Hang Seng Financial Say A Bid To Cut Emissions Looks Away From Coal


28 Nov

Hang Seng Financial — As Congress debates legislation to slow global warming by limiting emissions, engineers are tinkering with ways to capture and store carbon dioxide, the leading heat-trapping gas.

But coal-fired power plants, commonly identified as the nation’s biggest emissions villain, may not be the best focus.

Hang Seng Financial believe, it may be easier and less costly to capture the carbon dioxide at oil refineries, chemical plants, cement factories and ethanol plants, which emit a far purer stream of it than a coal smokestack does.

Carbon dioxide typically makes up only 10 percent to 12 percent of a coal plant’s emissions, they note, and the gas is so mixed with pollutants that it is difficult to separate.

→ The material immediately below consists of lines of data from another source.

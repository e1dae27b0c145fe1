"""Developer tool: hold a key over a slow line and measure how late the last paint is.

    python tests/tui/slow_link.py [BYTES_A_SECOND] [ROUND_TRIP_S]

The line between program and terminal is simulated: bytes arrive at the given rate after half a round trip, keys and the
terminal's answers take the other half. Printed for our wire and for the toolkit's own painting.
"""

from __future__ import annotations

import os
import select
import sys
import time
from collections import deque
from collections.abc import Callable, Mapping
from dataclasses import dataclass

from pty_harness import Terminal, python

KEYS_A_SECOND, HELD_S, BUFFER = 30, 3.0, 262_144


@dataclass(frozen=True)
class Measured:
    """What came of holding the key."""

    sent: int
    late_s: float
    complete: bool


def hold_a_key(
    command: list[str],
    rate: float,
    round_trip: float,
    *,
    ready: str = "local randomisation",
    final: Callable[[str, int], str] = lambda before, pressed: f"width {6.2 * 1.03**pressed:.2f}",
    environment: Mapping[str, str] | None = None,
) -> Measured:
    """Hold the right arrow for `HELD_S`; return bytes sent and seconds from release to the last paint.

    Parameters
    ----------
    ready
        What stands on the screen when the program can be used.
    final
        What must stand there in the end, from the screen before and the number of presses.
    """
    with Terminal(command, size=(102, 30), environment=environment) as terminal:
        terminal.wait_for(ready, patience=120.0)
        terminal.settle()
        screen_before = terminal.text()
        before, answers, keys, arriving = (
            terminal.sent,
            deque[tuple[float, str]](),
            deque[float](),
            deque[tuple[float, bytes]](),
        )
        terminal.screen.write_process_input = lambda words: answers.append(
            (time.monotonic() + round_trip / 2, words)
        )
        start = free = last = time.monotonic()
        pressed, sent = 0, 0
        while (now := time.monotonic()) < start + HELD_S or arriving or now - last < 2.0:
            while pressed < min(HELD_S, now - start) * KEYS_A_SECOND:
                keys.append(now + round_trip / 2)
                pressed += 1
            while keys and keys[0] <= now:
                keys.popleft()
                terminal.type("\x1b[C")
            while answers and answers[0][0] <= now:
                terminal.type(answers.popleft()[1])
            if (free - now) * rate < BUFFER and select.select([terminal.fileno()], [], [], 0.002)[0]:
                part = os.read(terminal.fileno(), 4096)
                sent += len(part)
                free = max(free, now) + len(part) / rate
                arriving.append((free + round_trip / 2, part))
            while arriving and arriving[0][0] <= time.monotonic():
                terminal.show(arriving.popleft()[1])
                last = time.monotonic()
        complete = final(screen_before, pressed) in terminal.text()
        return Measured(sent=sent + terminal.sent - before, late_s=last - start - HELD_S, complete=complete)


def main() -> None:
    """Measure both."""
    rate = float(sys.argv[1]) if len(sys.argv) > 1 else 8000.0
    round_trip = float(sys.argv[2]) if len(sys.argv) > 2 else 0.2
    for name, extra in (("our wire", []), ("the toolkit's", ["plain"])):
        found = hold_a_key(python("tests/tui/wire_app.py", *extra), rate, round_trip)
        complete = "complete" if found.complete else "NOT COMPLETE"
        print(f"{name:15} {found.sent:8,} bytes, last paint {found.late_s:6.2f} s after release, {complete}")


if __name__ == "__main__":
    main()
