"""Sealing a plan from the bench: the outcome is hidden before, shown after, and the act is recorded."""

from pathlib import Path

from bench_study import STUDY, bench, make_study, press, settled, shown

SIZE = (80, 24)


async def test_one_key_and_a_word_seal_the_plan_and_show_the_outcome(tmp_path: Path) -> None:
    path = make_study(tmp_path, STUDY.replace("masked = false", "masked = true"))
    app = bench(path)
    async with app.run_test(size=SIZE) as pilot:
        await settled(pilot)
        await press(pilot, "3")
        await settled(pilot)
        assert "masked until the plan is sealed" in shown(pilot)
        assert "unsealed" in shown(pilot)
        await press(pilot, "S")
        assert "Seal the plan?" in shown(pilot)
        await press(pilot, *"no", "enter")
        assert "Type the word seal" in shown(pilot)
        assert not (tmp_path / "study.plan.json").exists()
        await press(pilot, "ctrl+u", *"seal", "enter")
        await settled(pilot)
        assert "Robust" in shown(pilot)
        assert "unsealed" not in shown(pilot)
    assert (tmp_path / "study.plan.json").exists()
    assert '"seal"' in (tmp_path / "study.ledger.jsonl").read_text()


async def test_a_sealed_plan_is_not_sealed_twice(tmp_path: Path) -> None:
    path = make_study(tmp_path, STUDY.replace("masked = false", "masked = true"))
    app = bench(path)
    async with app.run_test(size=SIZE) as pilot:
        await settled(pilot)
        await press(pilot, "3", "S", *"seal", "enter")
        await settled(pilot)
        before = (tmp_path / "study.plan.json").read_bytes()
        await press(pilot, "S")
        assert "sealed already" in shown(pilot)
    assert (tmp_path / "study.plan.json").read_bytes() == before


async def test_a_choice_that_differs_from_the_plan_is_marked_and_its_return_unmarked(tmp_path: Path) -> None:
    path = make_study(tmp_path, STUDY.replace("masked = false", "masked = true"))
    app = bench(path)
    async with app.run_test(size=SIZE) as pilot:
        await settled(pilot)
        await press(pilot, "3", "S", *"seal", "enter")
        await settled(pilot)
        assert "as planned" in shown(pilot) and "departs" not in shown(pilot)
        await press(pilot, "k")
        assert "departs from plan" in shown(pilot)
        await press(pilot, "right")  # looking elsewhere is no departure, and takes none away
        assert "departs from plan" in shown(pilot)
        await press(pilot, "u")
        assert "as planned" in shown(pilot)
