"""Counts at a line against counting one by one."""

from __future__ import annotations

import numpy as np
import pytest
from hypothesis import given
from hypothesis import strategies as st

from study.errors import StudyError
from tui.screens.score_reading import score_reading

SIDES = ("at or above", "above", "at or below", "below")
NAN = float("nan")


@given(
    scores=st.lists(st.one_of(st.integers(-5, 5).map(float), st.just(NAN)), min_size=1, max_size=40),
    took=st.data(),
    cutoff=st.integers(-5, 5).map(float),
    side=st.sampled_from(SIDES),
)
def test_counts_are_those_of_counting(
    scores: list[float], took: st.DataObject, cutoff: float, side: str
) -> None:
    take_up = took.draw(
        st.lists(st.sampled_from((0.0, 1.0, NAN)), min_size=len(scores), max_size=len(scores))
    )
    known = [(s, t) for s, t in zip(scores, take_up) if s == s]
    if not known:
        return
    reading = score_reading(np.array(scores), np.array(take_up))
    found = reading.line(cutoff, side)
    treated = {
        "at or above": lambda s: s >= cutoff,
        "above": lambda s: s > cutoff,
        "at or below": lambda s: s <= cutoff,
        "below": lambda s: s < cutoff,
    }[side]
    on_treated = sum(treated(s) for s, _ in known)
    assert (found.above if "above" in side else found.below) == on_treated
    assert found.below + found.above == len(known)
    assert found.on_line == sum(s == cutoff for s, _ in known)
    assert found.against is not None
    assert found.against.untreated == sum(treated(s) and t == 0.0 for s, t in known)
    assert found.against.treated == sum(not treated(s) and t == 1.0 for s, t in known)
    assert found.against.unknown == sum(t != t for _, t in known)
    assert int(found.counts.sum()) == len(known)
    assert reading.missing == len(scores) - len(known)
    assert reading.distinct == len({s for s, _ in known})


@given(
    scores=st.lists(st.integers(0, 30).map(float), min_size=2, max_size=60),
    cutoff=st.integers(1, 29).map(float),
)
def test_bars_stay_on_their_side_of_the_line(scores: list[float], cutoff: float) -> None:
    found = score_reading(np.array(scores), None).line(cutoff, "at or above")
    edges, counts = found.edges, found.counts
    assert np.all(np.diff(edges) > 0)
    if edges[0] < cutoff < edges[-1]:
        assert cutoff in edges
        assert int(counts[edges[1:] <= cutoff].sum()) == found.below
        assert int(counts[edges[:-1] >= cutoff].sum()) == found.above


def test_a_lumpy_score_has_a_bar_for_each_value_and_moves_by_them() -> None:
    reading = score_reading(np.repeat(np.arange(0.0, 41.0), 3), None)
    found = reading.line(100.0, "above")
    assert set(found.counts.tolist()) == {3}
    assert reading.moved(20.0, 1) == 21.0
    assert reading.moved(20.4, -1) == 20.0
    assert reading.moved(40.0, 5) == 40.0


def test_a_smooth_score_moves_by_round_steps() -> None:
    reading = score_reading(np.random.default_rng(1).uniform(0, 100, 5000), None)
    assert reading.step == 0.5
    assert reading.moved(50.2, 1) == 50.5
    assert reading.moved(50.2, -1) == 50.0


def test_reach_cuts_the_picture_and_not_the_counts() -> None:
    reading = score_reading(np.arange(1000.0), None)
    near = reading.line(500.0, "at or above", 50.0)
    assert near.below == 500 and near.above == 500
    assert near.edges[0] >= 449.0 and near.edges[-1] <= 551.0


def test_one_score_only_is_no_trouble() -> None:
    reading = score_reading(np.full(5, 3.0), None)
    found = reading.line(3.0, "above")
    assert (found.below, found.above, found.on_line) == (5, 0, 5)
    assert reading.step == 1.0 and reading.heaviest == (3.0, 5)


def test_no_score_at_all_is_one_sentence() -> None:
    with pytest.raises(StudyError) as refused:
        score_reading(np.array([NAN, NAN]), None)
    assert (
        str(refused.value)
        == "The score column holds no number at all.\nChoose another score on the Data screen."
    )
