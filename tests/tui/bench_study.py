"""A small invented study for the tests of the bench, and how to wait for the work behind a screen."""

from __future__ import annotations

from pathlib import Path

import numpy as np
from golden import screen_strips
from textual import events
from textual.pilot import Pilot

from tui.app import CutbankApp
from tui.look import Look
from tui.opening import desk_for

ROWS = 900
CUTOFF = 50.0
STUDY = """# kept: a comment of the person's own
[study]
title = "Lanterns in the lower town"
masked = false

[data]
path = "homes.csv"

[columns]
outcomes = ["light", "visits"]
score = "need"

[assignment]
rule = "cutoff"
treated = "at or above"
cutoff = 50.0
"""


def write_data(folder: Path) -> Path:
    """Homes with a need score in whole points; light jumps by 6 at 50, visits do not."""
    draw = np.random.default_rng(20)
    need = np.round(draw.uniform(0, 100, ROWS))
    light = 20 + 0.1 * need + 6.0 * (need >= CUTOFF) + draw.normal(0, 2.0, ROWS)
    visits = 3 + 0.02 * need + draw.normal(0, 1.0, ROWS)
    lantern = ((need >= CUTOFF) ^ (draw.uniform(0, 1, ROWS) < 0.1)).astype(int)
    street = draw.integers(1, 9, ROWS)
    lines = ["home,need,light,visits,lantern,street,kind"]
    for i in range(ROWS):
        known = "" if i % 50 == 0 else f"{need[i]:.0f}"
        lines.append(
            f"{i + 1},{known},{light[i]:.3f},{visits[i]:.3f},{lantern[i]},street {street[i]},{'old' if i % 3 else 'new'}"
        )
    path = folder / "homes.csv"
    path.write_text("\n".join(lines) + "\n", encoding="utf-8")
    return path


def make_study(folder: Path, text: str = STUDY) -> Path:
    """Write the data and a study file, and return the latter's path."""
    write_data(folder)
    path = folder / "study.toml"
    path.write_text(text, encoding="utf-8")
    return path


def bench(path: Path | None, *, look: Look | None = None) -> CutbankApp:
    """The bench over a study, as `run` builds it."""
    return CutbankApp(None if path is None else desk_for(path), look=look or Look())


async def settled(pilot: Pilot[int]) -> None:
    """Wait until every slot has answered and the answer is drawn."""
    app = pilot.app
    assert isinstance(app, CutbankApp)
    for _ in range(10):
        await pilot.pause()
        if not app.busy:
            break
        await app.settle()


_NAMES = {
    " ": "space",
    ".": "full_stop",
    ",": "comma",
    ">": "greater_than_sign",
    "=": "equals_sign",
    "-": "minus",
}


async def press(pilot: Pilot[int], *keys: str) -> None:
    """Press keys one by one, each time waiting for what it sets off."""
    for key in keys:
        pilot.app.post_message(events.Key(key, key if len(key) == 1 else None))
        await settled(pilot)


async def type_text(pilot: Pilot[int], text: str, *, enter: bool = True) -> None:
    """Type text into a field, in place of what stands there; then Enter."""
    await press(pilot, "ctrl+u")
    for letter in text:
        pilot.app.post_message(events.Key(_NAMES.get(letter, letter), letter))
    await settled(pilot)
    if enter:
        await press(pilot, "enter")


def shown(pilot: Pilot[int]) -> str:
    """What stands on the screen; a blank that holds a number and its unit together is a blank."""
    return "\n".join(strip.text.rstrip() for strip in screen_strips(pilot.app)).replace(
        "\N{NO-BREAK SPACE}", " "
    )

Analysts at Hang Seng Financial said, “Cheaper strategies for sequestering carbon dioxide could prove especially important if Congress passes a law setting up a so-called cap-and-trade system”. That would set a national ceiling for overall emissions and allot pollution allowances to utilities, manufacturers and other emitters, which could then trade them among themselves.

Companies that exceed their carbon dioxide emission allowances could buy credits from those that pollute less. Under such a system, a coal plant that had exceeded its allotment might pay a chemical plant that could separate a ton of carbon dioxide more cheaply.